ホモ・デウス(第1章と第1部)
- ユヴァル・ノア・ハラリ:「ホモ・デウス(上)〜テクノロジーとサピエンスの未来」、柴田裕之訳、河出書房新社、'18を読む。上巻には序論に相当する第1章、第1部の第2、3章、第2部の第4、5章を含む。第2部は下巻の第6、7章に繋がるので、第1章と第1部への感想をここに纏めることにした。どちらも100pほどの内容の濃い論文である。ことに第1章はそれ以下の総まとめだから熟読の価値がある。しかし本HPに先取りで「ホモ・デウス(第3部)」('18)に著者の議論の中核を書いてしまったので、ここでは落ち穂拾い的に目に鱗のトピックス記事を書き抜くことにする。
- このHPでは「感染症は世界史を動かす」('06)などに感染症の恐怖について書いてきた。本書第1章にもその恐怖を歴史から数値を上げて説明している。免疫のない地方を襲った黒死病(コレラ)、スペイン風邪、天然痘などは人口の何割という死者を出すほどの猛威だった。ただし「アメリカ先住民激減の歴史」('16)に述べたように、アメリカでの先住民の極端な減少には、感染症以外の「インデアン狩り」的な説明が必要である。新型感染症だったエイズ、SARS、エボラも押さえ込まれた。医学の進歩は、感染症による死亡は、いまや非感染症による死亡に比してごく小さな割合にまで減少させている。
- 病原菌との戦いは耐性菌と新薬のせめぎ合いである。抗生物質は最近新種が発見されなくなった。スクリーニングに使える培養可能な土壌微生物がほぼ出尽くしたからだ。
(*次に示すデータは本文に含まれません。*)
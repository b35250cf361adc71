import pytest

from diskwatch.machine.choice import asked, named, watched
from diskwatch.machine.protocol import Address, Found
from diskwatch.records import Drive, Identity, Kind, Place

IDENTITY = Identity(wwn="naa.5000f00000000001", model="INVENTED", serial="Inv-A 01", path="/dev/sda")
FOUND = Found(
    address=Address(node="/dev/nvme0", type="nvme"),
    blocks=("nvme0n1",),
    place=Place(device="/dev/nvme0"),
    drive=Drive(identity=IDENTITY, kind=Kind.NVME),
)


@pytest.mark.parametrize(
    "name",
    [
        "inv-a 01",
        " INV-A  01 ",
        "naa.5000F00000000001",
        "5000f00000000001",
        "0x5000f00000000001",
        "/dev/sda",
        "sda",
    ],
)
def test_a_drive_is_named_by_serial_world_wide_name_or_device(name: str):
    assert named(IDENTITY, (), [name])


@pytest.mark.parametrize("name", ["inv-a", "5000f0", "/dev/sdaa", "sdb", "", "INVENTED"])
def test_a_part_of_a_name_or_the_model_names_nothing(name: str):
    assert not named(IDENTITY, (), [name])


def test_a_drive_without_serial_is_not_named_by_an_empty_word():
    assert not named(Identity(wwn=None, model=None, serial=None, path="/dev/sda"), (), ["", "naa.", "None"])


def test_ignore_outweighs_only_and_no_only_means_all():
    assert watched(IDENTITY, (), only=(), ignore=())
    assert watched(IDENTITY, (), only=("sda",), ignore=())
    assert not watched(IDENTITY, (), only=("sdb",), ignore=())
    assert not watched(IDENTITY, (), only=("sda",), ignore=("Inv-A 01",))


def test_a_namespace_names_its_drive():
    assert not asked(FOUND, settled=True, only=(), ignore=("/dev/nvme0n1",))
    assert asked(FOUND, settled=True, only=("nvme0n1",), ignore=())


def test_a_drive_that_may_yet_turn_out_to_be_meant_is_asked_unless_ignored():
    assert asked(FOUND, settled=False, only=("INV-OTHER",), ignore=())
    assert not asked(FOUND, settled=True, only=("INV-OTHER",), ignore=())
    assert not asked(FOUND, settled=False, only=("INV-OTHER",), ignore=("/dev/nvme0",))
ところが未培養の土壌菌をin situで培養する新システムを使って、新抗生物質テイクソバクチンが発見された。これは細菌に対し二重標的機構を持ち、細菌に耐性を作らせにくい。未培養の土壌菌は培養可能種に比し膨大であるから、行き詰まり掛けている抗生物質に明るい将来を将来する可能性がある。
- ナノロボットの研究も画期的で、微生物やがん細胞には40億年の抵抗戦略の歴史があるとは云え、こんなに原理がまったく新しいキラーに対して有効な防御法を見付けるのはきわめて困難になろう。バイオテクノロジーは反面悪用による大量殺害の脅威をもある。しかし自然からの脅威は過ぎ去っている。
- 餓死よりも飽食肥満対策が重要になった。新兵器群は間違えたら世界終末戦争になると誰もが考えるようになった。小規模のテロとか地域限定戦争はあるだろう。古代では死因の15%が人間の暴力によるものだったが、今は1%に過ぎないという。
- 我らは前例のない水準の繁栄と健康と平和を手に入れた。次ぎに目指す可能性の高い目標は、不死と幸福と神性であろうという。人間を神にアップグレードしようとする。まずは非死から。21世紀に平均寿命が150才になったらどんな未来になるのだろう。子育てが終わる40才からさらに110年を生きるとは、どんな生活だろう。70才になったら人生をリセットして一からの新分野に歩み出せるか。100−150才の夫婦生活とは何か。結婚は何度が適切か。何10年経ってもポストのない停滞社会ではないか。「科学は葬式のたびに進歩する」というプランクの言葉は死語になるのか。
- イギリスには「3人の親を持つ胚」法がある。ミトコンドリアの遺伝子は両親ではない第3者のものを取り入れた胚だ。ミトコンドリアは細胞のエネルギー産生に関わる。赤ん坊の形質は両親から貰った細胞核DNAできまるから、エネルギー産生に関する遺伝病だけを除けるというわけ。両親の遺伝をどう貰うかはお神籤と同じ。試験管にたくさんの組合せを作って、その中から親が望む遺伝子の組合せを持った胚を母親の胎内に返せば、両親としてはもっとも望ましい赤子を作ることが出来る。まだ許可されていないが、神へのアップグレードの可能な第1歩第2歩ぐらいは、科学的に既に準備ができている。さらに進んだ遺伝子操作によって、生命40億年の歴史がなしえなかった新生命を誕生させることだって、決心次第のところまで来ている。「ホモ・デウス(第3部)」('18)には、この危険な試みを中国研究者がやったというニュースを載せている。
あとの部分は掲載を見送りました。